Last year, I responded to an open call from ATLAS Arts and SEALL, which asked that very question. In these times, how would you bring folk together? The answer to me felt obvious, we could build coastal rowing skiffs, one in Portree and one in Plockton, and we would race them. Great, job done, application sent. Fast forward half a year, and the task doesn’t feel so simple.

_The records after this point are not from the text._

"""Evaluation of piecewise-polynomial motion: r, β, 1/γ², β̇ at source times.

Two kinds of motion, both built by `lagfield.motion`:

- positions only: per piece p (times breaks[p] … breaks[p+1]) a polynomial of the position
  in σ = t − breaks[p], coefficients ascending, coef[p, m, :] (m), so β = r′/c, β̇ = r″/c;
- with momenta: per piece a polynomial of u = γβ in σ (u_coef[p, m, :]) and a Chebyshev
  series, in x = 2σ/w − 1 over the piece's width w, of c·∫β_u dt′ from the start of the
  position interval i = interval_of[p] (path_cheb[p, m, :], m); per position interval the
  slip D_i (s) that the velocity correction δβ = 30·D·y²(1 − y)²/h (y = τ/h, τ = t − t_i,
  h = t_{i+1} − t_i) adds over the interval, so r = r_i + c·∫β_u + c·D·(10y³ − 15y⁴ + 6y⁵).

Outside [breaks[0], breaks[-1]] the motion is ballistic: end position, velocity and 1/γ²
(ends_r (2, 3), ends_beta (2, 3), ends_inv_g2 (2,)), β̇ = 0.

Compiled consumers take a motion as one record of two arrays, (header, values)
(`lagfield.motion.Motion.record`, built by `pack`): values (L,) float64 holds the FIELDS
one after the other, each in C order, and header (int64) their layout: the kind, the
counts of pieces, polynomial terms, series terms and samples, the offset of each field in
values, the length L, then interval_of (P,) (empty for positions only). Few arrays make a
compiled call cheap (each array argument costs several words and reference counting). A
motion is evaluated row by row with `state_into` (into row j of a state array
(N, STATE_WIDTH): columns POS, BETA, INV_G2, BETA_DOT, REF_T, REF_R, DISP; the fastest)
or `state_row` (into seven arrays), both inlined into their callers, or as 17 numbers by
`motion_state`. The motions built together from tracks sampled at the same times form a
group: one header, values (G, L) (`evaluate_states`, `velocity_changes`, `speed_suspects`
take it whole).
`chebyshev_fit` builds the path series of a group's pieces (`lagfield.motion.path_series`).
"""
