"""Spectra of the field over the time window: Ẽ(f) = ∫ E(t) e^(−2πi f t) dt (V·s/m),
spectral fluence F(f) = 2 ε0 c |Ẽ(f)|² (J/(m²·Hz)), and R² F on spheres (J/(Hz·sr)).

The integral runs over the observer times of the source samples (not over the output
bins, so there is no sinc attenuation from the step), by the trapezoid rule with its
Euler–Maclaurin end correction, which splits into two sums of the form Σ c_j e^(−iωt_j):
any frequency list, linear or logarithmic over many decades, is then one type-3
nonuniform FFT (finufft) per point, or a direct sum for small problems. The source
sampling puts at least SAMPLES_PER_PERIOD samples in the period of the top frequency.
"""

from __future__ import annotations

import dataclasses
import functools
import math

import numpy as np
from scipy import constants

from .kernels import pointwise, quadrature

SAMPLES_PER_PERIOD = 16.0  # source samples (in observer time) per period of the top frequency
NUFFT_TOLERANCE = 1e-9
NUFFT_UPSAMPLING = 1.25  # finufft upsampfac (see _nufft_plan); budget.py sizes its grid
DIRECT_SUM_LIMIT = 2_000_000  # samples × frequencies below which a direct sum is used
COULOMB = 1.0 / (4.0 * math.pi * constants.epsilon_0)


@dataclasses.dataclass(frozen=True)
class SpectrumSettings:
    frequencies_hz: np.ndarray
    coherent: bool = True
    taper: str = "none"  # or "hann"


def frequency_list(start_hz: float, stop_hz: float, count: int, spacing: str) -> np.ndarray:
    """The frequencies of a [spectrum] table, both ends included."""
    if spacing == "log":
        return np.geomspace(start_hz, stop_hz, count)
    return np.linspace(start_hz, stop_hz, count)


def fourier_sums(t_s: np.ndarray, values: np.ndarray, frequencies_hz: np.ndarray):
    """S[k, c] = Σ_j values[c, j] exp(−2πi f_k t_j): NUFFT type 3 or a direct sum."""
    omega = 2.0 * np.pi * frequencies_hz
    if values.shape[1] == 0:
        return np.zeros((frequencies_hz.size, values.shape[0]), dtype=complex)
    centre = 0.5 * (t_s[0] + t_s[-1])
    x = t_s - centre
    phase = np.exp(-1j * omega * centre)
    if t_s.size * frequencies_hz.size <= DIRECT_SUM_LIMIT:
        sums = np.exp(-1j * np.outer(omega, x)) @ values.T.astype(complex)
        return sums * phase[:, None]
    plan = _nufft_plan(values.shape[0])
    plan.setpts(x, s=omega)
    sums = plan.execute(np.ascontiguousarray(values, dtype=complex))
    return sums.T * phase[:, None]


@functools.cache
def _nufft_plan(n_vectors: int):
    """A reusable type-3 NUFFT plan (its set-up is a tenth of a transform's time).
    upsampfac 1.25 halves the time of these many-target transforms for an error of about
    1e-8 of the peak (tests/benchmarks/bench_spectra.py); one thread is fastest here."""
    import finufft

    return finufft.Plan(3, 1, n_trans=n_vectors, eps=NUFFT_TOLERANCE, isign=-1, nthreads=1,
                        upsampfac=NUFFT_UPSAMPLING)


def window_spectrum(t_obs_s, e_v_per_m, start_s, stop_s, frequencies_hz, taper="none"):
    """Ẽ(f) (F, 3) of the field samples (t_obs_s (N,), increasing; e (N, 3)) over
    [start_s, stop_s]."""
    first = int(np.searchsorted(t_obs_s, start_s, side="left"))
    last = int(np.searchsorted(t_obs_s, stop_s, side="right"))
    t = t_obs_s[first:last]
    e = e_v_per_m[first:last]
    if t.size < 2:
        return np.zeros((frequencies_hz.size, 3), dtype=complex)
    if taper == "hann":
        e = e * (0.5 - 0.5 * np.cos(2.0 * np.pi * (t - start_s) / (stop_s - start_s)))[:, None]
    ab = np.empty((6, t.size))
    quadrature.corrected_trapezoid(t, np.ascontiguousarray(e), start_s, stop_s, ab[:3], ab[3:])
    sums = fourier_sums(t, ab, frequencies_hz)
    omega = 2.0 * np.pi * frequencies_hz
    return sums[:, :3] - 1j * omega[:, None] * sums[:, 3:]


def fluence(spectrum: np.ndarray) -> np.ndarray:
    """F(f) = 2 ε0 c |Ẽ(f)|² summed over components, J/(m²·Hz)."""
    return 2.0 * constants.epsilon_0 * constants.c * np.sum(np.abs(spectrum) ** 2, axis=-1)


class SpectrumAccumulator:
    """Spectra of one group's points, to which particles' source samples are added."""

    def __init__(self, group, start_s, stop_s, settings: SpectrumSettings, far=None):
        self.group = group
        self.start_s = start_s
        self.stop_s = stop_s
        self.settings = settings
        self.far = far
        n_f = settings.frequencies_hz.size
        self.spectrum = np.zeros((group.n_points, n_f, 3), dtype=complex)
        self.fluence = np.zeros((group.n_points, n_f))

    def add(self, t, state, charge_c: float, weight: float) -> None:
        t_obs, e, kappa = np.empty(t.size), np.empty((t.size, 3)), np.empty(t.size)
        for p in range(self.group.n_points):
            pointwise.point_fields(t, state, p, self.group.points_m, self.far, t_obs, e, kappa)
            single = window_spectrum(t_obs, e * (COULOMB * charge_c), self.start_s[p],
                                     self.stop_s[p], self.settings.frequencies_hz,
                                     self.settings.taper)
            if self.settings.coherent:
                self.spectrum[p] += weight * single
            else:
                self.fluence[p] += weight * fluence(single)

    def table(self):
        """SPEC's spectra table for this group."""
        import pandas as pd

        f = self.settings.frequencies_hz
        n_f = f.size
        n_p = self.group.n_points
        frame = pd.DataFrame({"observer": self.group.name,
                              "point": np.repeat(np.arange(n_p, dtype=np.int64), n_f),
                              "f": np.tile(f, n_p)})
        if self.settings.coherent:
            flat = self.spectrum.reshape(n_p * n_f, 3)
            for i, axis in enumerate("xyz"):
                frame[f"E{axis}_re"] = flat[:, i].real
                frame[f"E{axis}_im"] = flat[:, i].imag
            values = fluence(self.spectrum)
        else:
            values = self.fluence
        frame["fluence"] = values.reshape(-1)
        if self.group.kind == "sphere":
            offset = self.group.points_m - self.group.origin_m
            radius2 = np.einsum("ij,ij->i", offset, offset)
            frame["dW_df_dOmega"] = (values * radius2[:, None]).reshape(-1)
        return frame
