def check_slip(motion: Motion, resolution_s: float) -> SlipReport | None:
    """Raise MotionError when a track's positions and momenta cannot describe one motion:
      - the speeds they imply differ grossly (their ratio beyond UNIT_RATIO_LIMIT);
      - an interval's slip exceeds SLIP_FRACTION of `resolution_s`, the time scale the run
        resolves;
      - the slips are those of momenta sampled at other times than the positions (an
        apparent offset above OFFSET_FRACTION of the step between samples that explains
        most of them) and the largest is visible at the run's resolution (above
        VISIBLE_FRACTION of it).
    Returns the report (None for a positions-only track)."""
    report = slip_report(motion)
    if report is None:
        return None
    particle = f"particle {report.particle}"
    what = ("check the units of ux, uy, uz (γβ, dimensionless) and of t, x, y, z, and for a "
            "staggered (leapfrog) pusher that writes momenta half a step off set [tracks] "
            "u_offset to when they were sampled (e.g. u_offset = \"-0.5 ps\" for a 1 ps step)")
    ratio = report.speed_ratio
    if not (math.isnan(ratio) or 1.0 / UNIT_RATIO_LIMIT <= ratio <= UNIT_RATIO_LIMIT):
        raise MotionError(
            f"{particle}: the positions move {ratio:.4g} times as far as the momenta ux, uy, "
            "uz imply (summed over the intervals between samples; allowed "
            f"{1 / UNIT_RATIO_LIMIT:.3g} to {UNIT_RATIO_LIMIT:.3g}); {what}")
    i = report.worst()
    fraction = report.slip_s[i] / resolution_s
    t = report.t_s
    where = (f"{particle}: positions and momenta do not describe one motion between its "
             f"samples {i + 1} and {i + 2} (this particle's rows counted from 1; t = "
             f"{t[i]:.9g} s to {t[i + 1]:.9g} s): the arrival-time slip |Δr − ∫cβ dt′|/c is "
             f"{report.slip_s[i]:.3g} s, {fraction:.3g} of the time scale the run resolves "
             f"({resolution_s:.3g} s)")
    apparent = abs(report.offset_s) / report.step_s
    staggered = apparent > OFFSET_FRACTION and report.explained > 0.5
    if staggered:
        suggested = motion.u_offset_s + report.offset_s
        what = (f"over the whole track the slips are those of momenta sampled "
                f"{report.offset_s:+.3g} s ({apparent:.2f} of a step) off the times assumed "
                f"(u_offset = {motion.u_offset_s:.6g} s): set [tracks] u_offset = "
                f"\"{suggested:.6g} s\" if that is when they were written, and check the "
                "units of ux, uy, uz (γβ, dimensionless)")
    if fraction > SLIP_FRACTION:
        above = int(np.count_nonzero(report.slip_s > SLIP_FRACTION * resolution_s))
        raise MotionError(f"{where}, more than the {SLIP_FRACTION:g} allowed ({above} of "
                          f"{report.slip_s.size} intervals are above it); {what}")
    if staggered and fraction > VISIBLE_FRACTION:
        raise MotionError(f"{where}; {what}")
    return report
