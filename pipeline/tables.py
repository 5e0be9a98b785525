"""SPEC's fields and spectra tables, built column by column with numpy (one gather per
group and one concatenate per column; no per-point frames, no per-row Python). The
observer column is a pandas Categorical: Parquet stores it dictionary-encoded, CSV as
plain strings."""

from __future__ import annotations

import numpy as np
import pandas as pd

FIELD_COLUMNS = ("Ex", "Ey", "Ez", "Bx", "By", "Bz")
SPECTRUM_COLUMNS = ("Ex_re", "Ex_im", "Ey_re", "Ey_im", "Ez_re", "Ez_im")


def observer_column(names, counts) -> pd.Categorical:
    """Group names[i] repeated counts[i] times, as a Categorical of the names in order."""
    categories = list(dict.fromkeys(names))
    codes = np.repeat([categories.index(name) for name in names],
                      np.asarray(counts, dtype=np.int64)).astype(np.int32)
    return pd.Categorical.from_codes(codes, categories=categories)


def frame(names, counts, parts) -> pd.DataFrame:
    """A table of groups `names` with counts[i] rows each: observer, then the columns of
    `parts` (one dict {column: array} per group, in the same order), filled group after
    group into one preallocated block per dtype (pandas keeps it without a copy); a
    column some groups lack is NaN in their rows."""
    keys = list(dict.fromkeys(key for part in parts for key in part))
    dtypes = {key: next(np.asarray(part[key]).dtype for part in parts if key in part)
              for key in keys}
    floats = [key for key in keys if dtypes[key] == np.float64]
    ends = np.cumsum([0, *counts])
    block = np.empty((len(floats), int(ends[-1])))  # rows of the block are columns
    for row, key in enumerate(floats):
        for part, start, stop in zip(parts, ends[:-1], ends[1:], strict=True):
            block[row, start:stop] = part[key] if key in part else np.nan
    table = pd.DataFrame(block.T, columns=floats, copy=False)
    table.insert(0, "observer", observer_column(names, counts))
    for key in keys:
        if key not in floats:
            table.insert(keys.index(key) + 1, key,
                         np.concatenate([part[key] for part in parts]).astype(dtypes[key]))
    return table


def field_columns(result) -> dict:
    """{point, t, Ex … Bz} of one GroupFields, point by point (bins past n_bins dropped)."""
    n_bins = np.asarray(result.n_bins, dtype=np.int64)
    inside = np.arange(result.e_v_per_m.shape[1])[None, :] < n_bins[:, None]  # (P, bins)
    bin_index = np.broadcast_to(np.arange(inside.shape[1], dtype=float), inside.shape)
    columns = {"point": np.repeat(np.arange(n_bins.size, dtype=np.int64), n_bins),
               "t": (result.start_s[:, None] + result.step_s * bin_index)[inside]}
    for i, name in enumerate(FIELD_COLUMNS):
        values = result.e_v_per_m if i < 3 else result.b_t
        columns[name] = values[:, :, i % 3][inside]
    return columns


def fields_table(results) -> pd.DataFrame:
    """SPEC's fields table of the engine's GroupFields."""
    return frame([r.group.name for r in results], [int(np.sum(r.n_bins)) for r in results],
                 [field_columns(r) for r in results])


def spectra_table(accumulators) -> pd.DataFrame:
    """SPEC's spectra table of SpectrumAccumulators (one per group)."""
    parts = [a.columns() for a in accumulators]
    return frame([a.group.name for a in accumulators], [part["point"].size for part in parts],
                 parts)
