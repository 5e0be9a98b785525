"""Observer groups: named sets of points (a list, a plane grid or a sphere of directions),
and their Geometry: the points, or the fixed directions and distances the far-field
approximation uses."""

from __future__ import annotations

import dataclasses

import numpy as np
import pandas as pd

from .constants import C
from .errors import ObserverError


@dataclasses.dataclass(frozen=True, eq=False)
class Geometry:
    """How a group's points see a source, built once per group and run. Near field (far
    False): targets (P, 3) are the points, m. Far field: targets are the unit directions
    from origin_m (3,) to the points, distance_m (P,) their distances from it."""

    far: bool
    targets: np.ndarray
    origin_m: np.ndarray
    distance_m: np.ndarray | None = None

    def light_delay_s(self, positions_m) -> np.ndarray:
        """(M, P) time light takes from positions_m (M, 3) to each point (far field: R₀
        minus the position's projection on the direction, over c)."""
        if self.far:
            projected = (positions_m - self.origin_m) @ self.targets.T
            return (self.distance_m[None, :] - projected) / C
        offset = self.targets[None, :, :] - positions_m[:, None, :]
        return np.sqrt(np.einsum("mpi,mpi->mp", offset, offset)) / C

    def origins_m(self) -> np.ndarray:
        """origin_m repeated per point (P, 3), contiguous, as the far-field kernel takes it."""
        return np.ascontiguousarray(np.broadcast_to(self.origin_m, self.targets.shape))


@dataclasses.dataclass(frozen=True, eq=False)
class ObserverGroup:
    """points_m (P, 3); origin_m (3,): where far-field directions are seen from (the
    sphere's center, else the coordinate origin); theta_rad, phi_rad (P,) for spheres."""

    name: str
    kind: str
    points_m: np.ndarray
    origin_m: np.ndarray
    theta_rad: np.ndarray | None = None
    phi_rad: np.ndarray | None = None

    @property
    def n_points(self) -> int:
        return int(self.points_m.shape[0])

    def far_geometry(self):
        """(directions (P, 3), distances_m (P,)) from origin_m to each point."""
        offset = self.points_m - self.origin_m
        distance = np.sqrt(np.einsum("ij,ij->i", offset, offset))
        if np.any(distance == 0.0):
            point = int(np.flatnonzero(distance == 0.0)[0])
            raise ObserverError(f"observer group '{self.name}', point {point}: the far-field "
                                "approximation needs a point away from the origin it is seen "
                                "from")
        return offset / distance[:, None], distance

    def geometry(self, far_field: bool) -> Geometry:
        """The group as a source sees it: its points, or with far_field its directions and
        distances from origin_m."""
        if not far_field:
            return Geometry(False, self.points_m, self.origin_m)
        directions, distance = self.far_geometry()
        return Geometry(True, directions, self.origin_m, distance)

    def table(self) -> pd.DataFrame:
        """SPEC's observers table for this group."""
        frame = pd.DataFrame({
            "observer": self.name,
            "point": np.arange(self.n_points, dtype=np.int64),
            "x": self.points_m[:, 0], "y": self.points_m[:, 1], "z": self.points_m[:, 2]})
        if self.kind == "sphere":
            frame["theta"] = self.theta_rad
            frame["phi"] = self.phi_rad
        return frame


PERPENDICULAR_TOLERANCE = 1e-6  # largest |û·v̂| of a plane's axes; beyond it, an error


def plane_axes(u, v) -> tuple[np.ndarray, np.ndarray]:
    """The unit vectors (û, v̂) of a plane's axes u, v (3,), or a ValueError saying in plain
    words what is wrong (a zero or non-finite vector, axes not perpendicular)."""
    axes = []
    for what, vector in (("u", u), ("v", v)):
        vector = np.asarray(vector, dtype=float)
        scale = np.max(np.abs(vector)) if vector.size else 0.0
        if not (np.isfinite(scale) and scale > 0.0):
            raise ValueError(f"plane {what} = {vector.tolist()} has no direction")
        vector = vector / scale  # no underflow in the norm of a tiny vector
        axes.append(vector / np.linalg.norm(vector))
    cosine = float(abs(axes[0] @ axes[1]))
    if cosine > PERPENDICULAR_TOLERANCE:
        raise ValueError(f"plane u and v are not perpendicular (|cos| of their angle is "
                         f"{cosine:.3g}, more than {PERPENDICULAR_TOLERANCE:g})")
    return axes[0], axes[1]


def point_count(config) -> int:
    """Number of points of the group an ObserverConfig describes (without building it)."""
    if config.kind == "points":
        return len(config.points_m)
    if config.kind == "plane":
        return int(config.shape[0]) * int(config.shape[1])
    return int(config.theta_rad[2]) * int(config.phi_rad[2])


def build_group(config) -> ObserverGroup:
    """The ObserverGroup described by an ObserverConfig."""
    origin = np.zeros(3)
    if config.kind == "points":
        points = np.asarray(config.points_m, dtype=float).reshape(-1, 3)
        if points.shape[0] == 0:
            raise ObserverError(f"observer group '{config.name}' has no points")
        return ObserverGroup(config.name, "points", points, origin)
    center = np.asarray(config.center_m, dtype=float)
    if config.kind == "plane":
        try:
            u, v = plane_axes(config.u, config.v)
        except ValueError as exc:
            raise ObserverError(f"observer group '{config.name}': {exc}") from None
        n_u, n_v = config.shape
        a = np.linspace(-0.5, 0.5, n_u) * config.size_m[0] if n_u > 1 else np.zeros(1)
        b = np.linspace(-0.5, 0.5, n_v) * config.size_m[1] if n_v > 1 else np.zeros(1)
        aa, bb = np.meshgrid(a, b, indexing="ij")  # point = i_u * n_v + i_v
        points = center + aa.reshape(-1, 1) * u + bb.reshape(-1, 1) * v
        return ObserverGroup(config.name, "plane", points, origin)
    theta = np.linspace(config.theta_rad[0], config.theta_rad[1], config.theta_rad[2])
    phi = np.linspace(config.phi_rad[0], config.phi_rad[1], config.phi_rad[2])
    tt, pp = np.meshgrid(theta, phi, indexing="ij")  # point = i_theta * n_phi + i_phi
    tt = tt.ravel()
    pp = pp.ravel()
    directions = np.stack([np.sin(tt) * np.cos(pp), np.sin(tt) * np.sin(pp), np.cos(tt)], axis=1)
    points = center + config.radius_m * directions
    return ObserverGroup(config.name, "sphere", points, center, theta_rad=tt, phi_rad=pp)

I had decided if I was going to do this project, I would need to know what it was like to row from Plockton to Portree. I set off last September from Plockton, in my wooden rowing boat. But not 50 metres from the mooring, I turned back. I had everything I needed; decent weather window, tent, flares, radio, phone, extra clothing, Navionics, food, even my cousin Ashley as ballast! My mum and uncle Ian were on the shore, and when I told them I was having second thoughts Uncle Ian said “ ach just go, you will be fine, we used to go round Crowlin as rowing practice”. So off I set, and after a night on Scalpay on the way, made it to Portree the following day. Perhaps I have become too aware of the potential risks, and afraid of failing – sometimes stopping before I start.

Now I am saying Coastal Rowing Skiffs are being built and enjoyed by communities all over the world including here in our very own communities, so what is so different about this project?” Is it a chance just to come together and do something together? And what will happen once they are built? And who will build them? Who will row them?

The writer and activist Alastair McIntosh said last summer; “… when rowing you have to look backwards to move forwards”. This made me think of my Uncle Ian, inspiring me to carry on with my adventure. What can we learn about the past which will allow us to move forwards in a world that feels so uncertain? How can we learn from being uncertain by learning from each other, and allowing ourselves the permission not to know all the answers?

So with more questions, how can we do this project together? An opportunity to learn new skills and recognise the value of learning from what and who is already here, and those still to arrive. A chance to add two more skiffs to the West Coast fleet, and perhaps even recreate that Plockton to Portree row, with more teams than just Plockton & Portree. And most importantly how can we inspire members of our communities from all over Lochalsh and Skye to get together on and off the water, go on an adventure, learn new skills and find new spaces where we can ask our own questions, share stories and start new conversations?